Department of Ophthalmology, Sun Yat-sen Memorial Hospital, Sun Yat-sen University, Guangzhou, China.
Provincial Clinical Research Center of Diabetes Mellitus and its Chronic Complications, Guangzhou, China.
Minerva Endocrinol (Torino). 2024 Mar;49(1):33-46. doi: 10.23736/S2724-6507.21.03370-8. Epub 2021 Apr 1.
Circular RNAs (circRNAs) function as miRNA sponges by adsorbing microRNAs (miRNAs), thereby regulating messenger RNA (mRNA) expression. The circRNA-miRNA-mRNA regulatory network associated with type 2 diabetes mellitus (T2DM) has rarely been explored. A circRNA-miRNA-mRNA regulatory network associated with T2DM was established to help deepen our understanding of the molecular mechanism of and therapeutic targets for T2DM.
Differentially expressed circRNAs (DEcircRNAs), miRNAs (DEmiRNAs), and mRNAs (DEmRNAs) were derived from the Gene Expression Omnibus (GEO) microarray datasets GSE114248, GSE51674 and GSE95849, respectively. A circRNA-miRNA-mRNA regulatory network associated with T2DM and its subnetwork were constructed. The hub genes were screened using a protein-protein interaction (PPI) network. Finally, a hub gene-related network was constructed. Gene Ontology (GO) analysis and Kyoto Encyclopedia of Genes and Genomes (KEGG) pathway analysis were performed.
The circRNA-miRNA-mRNA network included 9 circRNAs, 24 miRNAs and 320 mRNAs. When four key circRNAs (circMYO9B, circGRAMD1B, circTHAP4 and circTMC7) were chosen, the subnetwork contained 4 circRNAs, 18 miRNAs and 307 mRNAs. Afterwards, 8 hub genes (SIRT1, GNG7, KDR, FOS, SIN3B, STAT1, SP1, and MAPK3) were extracted from the PPI network. GO and KEGG pathway analyses revealed that the network might be involved in oxidative stress responses, regulation of inflammation, neovascularization, endocrine and cancer-related processes, etc.
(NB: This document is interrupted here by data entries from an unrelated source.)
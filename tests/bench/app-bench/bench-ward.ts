// An invented ward for the tablet benches: beds with a stay each, q4h reads over some days, generated
// the same way every run. Counts are plausible strips at 25 mm/s in half boxes.
import type { Bed, ReadCounts, SignedRead, Stay, Unit } from '../../../src/core/records.ts';
import { repeatableRandom } from '../bench-helpers.ts';

const hourMs = 3_600_000;

/** The bench ward; its clock is passed in, never read here. */
export function benchUnit(nowMs: number): Unit {
  return {
    id: 'unit-bench-tablet',
    name: 'Bench ward, Linden Hill Hospital',
    timeZone: 'Europe/Berlin',
    shiftPattern: { shifts: [{ name: 'Day', startLocalTime: '07:00' }, { name: 'Night', startLocalTime: '19:00' }] },
    readIntervalHours: 4,
    defaultPaperSpeedMmPerS: 25,
    defaultGainMmPerMv: 10,
    idleLockMinutes: 5,
    policyOverrides: [],
    updatedAtMs: nowMs - 30 * 24 * hourMs,
  };
}

/** Counts for one strip: mostly sinus near 60-100 bpm, a few irregular, a few long QT. */
export function stripCounts(random: () => number): ReadCounts {
  const half = (v: number) => Math.max(0.5, Math.round(v * 2) / 2);
  const irregular = random() < 0.15;
  const rrBoxes = 15 + random() * 12;
  const rrSmallBoxes = Array.from({ length: irregular ? 4 : 2 }, () => half(rrBoxes * (1 + (irregular ? (random() - 0.5) * 0.4 : (random() - 0.5) * 0.05))));
  const counts: ReadCounts = {
    paperSpeedMmPerS: 25,
    gainMmPerMv: 10,
    rrSmallBoxes,
    ppSmallBoxes: [],
    qrsSmallBoxes: half(2 + random()),
    qtSmallBoxes: half(Math.min(9 + random() * 4, Math.min(...rrSmallBoxes) * 0.65)),
    rhythmLabel: irregular ? 'atrial-fibrillation' : 'sinus-rhythm',
    avBlockNoted: false,
  };
  if (!irregular) counts.prSmallBoxes = half(3.5 + random() * 2);
  return counts;
}

/** One bed with its stay and signed reads (oldest first). */
export interface BenchBed {
  bed: Bed;
  stay: Stay;
  reads: SignedRead[];
}

/** `bedCount` beds, each monitored for `days` days with a read every 4 h up to `nowMs`. */
export function benchWard(unit: Unit, bedCount: number, days: number, nowMs: number): BenchBed[] {
  const random = repeatableRandom(20_261_201 + bedCount * 31 + days);
  return Array.from({ length: bedCount }, (_, b) => {
    const id = String(b + 1).padStart(2, '0');
    const bed: Bed = { id: `bed-bench-${id}`, unitId: unit.id, label: `Bed ${b + 1}`, sortOrder: b, active: true };
    const startMs = nowMs - days * 24 * hourMs + Math.floor(random() * 60) * 60_000;
    const stay: Stay = {
      id: `stay-bench-${id}`,
      unitId: unit.id,
      bedId: bed.id,
      alias: `B${id}`,
      sex: random() < 0.5 ? 'female' : 'male',
      paced: false,
      bundleBranchBlock: false,
      qtProlongingDrugs: '',
      notes: '',
      startMs,
      endMs: null,
      updatedAtMs: startMs,
      updatedBy: 'Bench Nurse',
    };
    if (random() < 0.3) stay.baselineQtcMs = Math.round(400 + random() * 50);
    const reads: SignedRead[] = [];
    for (let t = startMs, i = 0; t <= nowMs - 20 * 60_000; t += 4 * hourMs, i += 1) {
      reads.push({
        id: `read-bench-${id}-${String(i).padStart(3, '0')}`,
        unitId: unit.id,
        bedId: bed.id,
        stayId: stay.id,
        stripTimeMs: t,
        enteredAtMs: t + 60_000,
        signedAtMs: t + 120_000,
        authorId: 'clin-bench-nurse',
        authorName: 'Bench Nurse',
        deviceId: 'tablet-bench',
        reason: 'routine',
        counts: stripCounts(random),
      });
    }
    return { bed, stay, reads };
  });
}
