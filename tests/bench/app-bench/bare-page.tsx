// The bench's baseline page: Preact rendering one element and Dexie opening a database, nothing
// else, built by the same Vite config as the tablet app so the two sizes compare like with like.
import Dexie from 'dexie';
import { render } from 'preact';

const db = new Dexie('bare-page');
db.version(1).stores({ items: 'id' });
void db.open();
render(<p>Bare page</p>, document.getElementById('app')!);
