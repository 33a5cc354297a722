// Renders the real beds board (and the read form's figures) in happy-dom over fake-indexeddb and
// prints the timings as one JSON line. Run by app-bench.ts in its own process, with the project's
// JSX settings (TSX_TSCONFIG_PATH), so the DOM globals stay out of the other benches.
import 'fake-indexeddb/auto';
import { Window } from 'happy-dom';
import { performance } from 'node:perf_hooks';

const happyWindow = new Window({ url: 'http://localhost/#/beds', width: 1280, height: 800 });
Object.assign(globalThis, { window: happyWindow, document: happyWindow.document, navigator: happyWindow.navigator });

// Imported after the DOM globals exist, as in a browser.
const { options, render } = await import('preact');
const { ChartingContext } = await import('../../../src/app/app-context.ts');
const { BedsBoard } = await import('../../../src/app/screens/BedsBoard.tsx');
const { FiguresPanel } = await import('../../../src/app/components/FiguresPanel.tsx');
const { FlagBanners } = await import('../../../src/app/components/FlagBanner.tsx');
const { boardRows } = await import('../../../src/app/board-rows.ts');
const { liveRead, newReadForm } = await import('../../../src/app/read-form-values.ts');
const { deriveRead } = await import('../../../src/core/read-derivation.ts');
const { loadBoardData } = await import('../../../src/store/board-query.ts');
const { RhythmDb } = await import('../../../src/store/db.ts');
const { unitPolicyOf } = await import('../../../src/store/unit-policy-of.ts');
const { median } = await import('../bench-helpers.ts');
const { benchUnit, benchWard } = await import('./bench-ward.ts');

type ClinicianRow = import('../../../src/store/db.ts').ClinicianRow;
type StoredRead = import('../../../src/store/db.ts').StoredRead;

// Effects run as soon as the render is done: the figures are the work, not the wait for a frame.
options.requestAnimationFrame = (callback: () => void) => void setTimeout(callback, 0);

const nowMs = Date.parse('2026-03-10T10:30:00Z');
const unit = benchUnit(nowMs);
const policy = unitPolicyOf(unit);
const nurse: ClinicianRow = { id: 'clin-bench-nurse', name: 'Bench Nurse', role: 'nurse', pinHash: 'x', pinSalt: 'x', pinIterations: 1, active: true, createdAtMs: 0 };
const nextTick = () => new Promise<void>((resolve) => setImmediate(resolve));

async function seededDb(bedCount: number, days: number) {
  const db = new RhythmDb(`bench-board-${bedCount}-${days}`);
  const ward = benchWard(unit, bedCount, days, nowMs);
  const reads: StoredRead[] = ward.flatMap(({ stay, reads }) =>
    reads.map((read) => {
      const derived = deriveRead(read, stay, undefined, policy);
      return { ...read, analysis: derived.ok ? derived.value : null, syncStatus: 'accepted' as const };
    }),
  );
  await db.units.put(unit);
  await db.beds.bulkPut(ward.map((w) => w.bed));
  await db.stays.bulkPut(ward.map((w) => w.stay));
  await db.reads.bulkPut(reads);
  return { db, readCount: reads.length };
}

async function timeBoard(bedCount: number, days: number) {
  const { db, readCount } = await seededDb(bedCount, days);
  const queryMs: number[] = [];
  const rowsMs: number[] = [];
  const mountMs: number[] = [];
  const rerenderMs: number[] = [];
  for (let round = 0; round < 9; round += 1) {
    let start = performance.now();
    const data = await loadBoardData(db, unit.id, nurse.id);
    queryMs.push(performance.now() - start);
    start = performance.now();
    boardRows(unit, data.beds, data.stays, policy, data.myDraftStayIds, nowMs);
    rowsMs.push(performance.now() - start);

    const container = document.createElement('div');
    document.body.appendChild(container);
    const board = (value: object) => (
      <ChartingContext.Provider value={{ db, deviceId: 'tablet-bench', unit, policy, clinician: nurse, demoWard: false, sync: null, ...value }}>
        <BedsBoard />
      </ChartingContext.Provider>
    );
    start = performance.now();
    render(board({}), container);
    while (container.querySelectorAll('li.bed-card').length < bedCount) await nextTick();
    mountMs.push(performance.now() - start);
    // A re-render with the data in hand (the clock ticking, or another read arriving): rows and DOM diff.
    start = performance.now();
    render(board({ deviceId: `tablet-bench-${round}` }), container);
    rerenderMs.push(performance.now() - start);
    render(null, container);
    container.remove();
  }
  db.close();
  return { bedCount, days, readCount, queryMs: median(queryMs), rowsMs: median(rowsMs), mountMs: median(mountMs), rerenderMs: median(rerenderMs) };
}

/** Typing a read key by key: the core's figures for the form, then the figures panel and banners re-rendered. */
function timeTyping() {
  const stay = benchWard(unit, 1, 1, nowMs)[0]!.stay;
  const keys: Array<[field: 'rr' | 'prSmallBoxes' | 'qrsSmallBoxes' | 'qtSmallBoxes', text: string]> = [
    ['rr', '2'], ['rr', '20'], ['prSmallBoxes', '4'], ['qrsSmallBoxes', '2'], ['qtSmallBoxes', '1'], ['qtSmallBoxes', '13'],
  ];
  const container = document.createElement('div');
  document.body.appendChild(container);
  const perKeyMs: number[] = [];
  for (let round = 0; round < 200; round += 1) {
    let form = newReadForm(unit, nowMs);
    for (const [field, text] of keys) {
      const start = performance.now();
      form = field === 'rr' ? { ...form, rrSmallBoxes: [text] } : { ...form, [field]: text };
      const live = liveRead(form, stay, undefined, policy);
      render(
        <>
          <FiguresPanel analysis={live.analysis} />
          <FlagBanners flags={live.analysis?.flags ?? []} />
        </>,
        container,
      );
      perKeyMs.push(performance.now() - start);
    }
  }
  render(null, container);
  const sorted = [...perKeyMs].sort((a, b) => a - b);
  return { keystrokes: perKeyMs.length, medianMs: median(perKeyMs), p99Ms: sorted[Math.floor(sorted.length * 0.99)] ?? Number.NaN };
}

// A discarded first pass, so the JIT and the store's first-open costs do not land on the first size.
await timeBoard(12, 1);
const boards = [];
for (const [bedCount, days] of [[12, 7], [24, 7], [48, 7], [48, 1]] as const) boards.push(await timeBoard(bedCount, days));
const typing = timeTyping();
console.log(`BENCH-RESULT ${JSON.stringify({ boards, typing })}`);
await happyWindow.happyDOM.close();
process.exit(0);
A circRNA-miRNA-hub gene regulatory network was constructed, and the potential functions of the hub genes were analyzed. Four important circRNAs (circMYO9B, circGRAMD1B, circTHAP4 and circTMC7) might be involved in the occurrence and development of T2DM, and this finding provides new insight into the molecular mechanism of and therapeutic targets for T2DM and its complications. Future studies are needed to validate the sponge effects and mechanisms of these 4 circRNAs.
环状 RNA(circRNAs)通过吸附 microRNA(miRNA)作为 miRNA 海绵,从而调节信使 RNA(mRNA)的表达。与 2 型糖尿病(T2DM)相关的 circRNA-miRNA-mRNA 调控网络很少被探索。建立一个与 T2DM 相关的 circRNA-miRNA-mRNA 调控网络,有助于加深我们对 T2DM 分子机制和治疗靶点的理解。
从基因表达综合数据库(GEO)微阵列数据集 GSE114248、GSE51674 和 GSE95849 中分别提取差异表达的 circRNAs(DEcircRNAs)、miRNAs(DEmiRNAs)和 mRNAs(DEmRNAs)。构建与 T2DM 相关的 circRNA-miRNA-mRNA 调控网络及其子网络。使用蛋白质-蛋白质相互作用(PPI)网络筛选枢纽基因。最后,构建一个枢纽基因相关的网络。进行基因本体(GO)分析和京都基因与基因组百科全书(KEGG)通路分析。
circRNA-miRNA-mRNA 网络包含 9 个 circRNAs、24 个 miRNAs 和 320 个 mRNAs。当选择四个关键 circRNAs(circMYO9B、circGRAMD1B、circTHAP4 和 circTMC7)时,子网络包含 4 个 circRNAs、18 个 miRNAs 和 307 个 mRNAs。随后,从 PPI 网络中提取了 8 个枢纽基因(SIRT1、GNG7、KDR、FOS、SIN3B、STAT1、SP1 和 MAPK3)。GO 和 KEGG 通路分析表明,该网络可能参与氧化应激反应、炎症调节、新生血管生成、内分泌和癌症相关过程等。
构建了 circRNA-miRNA-枢纽基因调控网络,并分析了枢纽基因的潜在功能。四个重要的 circRNAs(circMYO9B、circGRAMD1B、circTHAP4 和 circTMC7)可能参与 T2DM 的发生和发展,这一发现为 T2DM 及其并发症的分子机制和治疗靶点提供了新的见解。未来需要进一步验证这四个 circRNAs 的海绵作用和机制。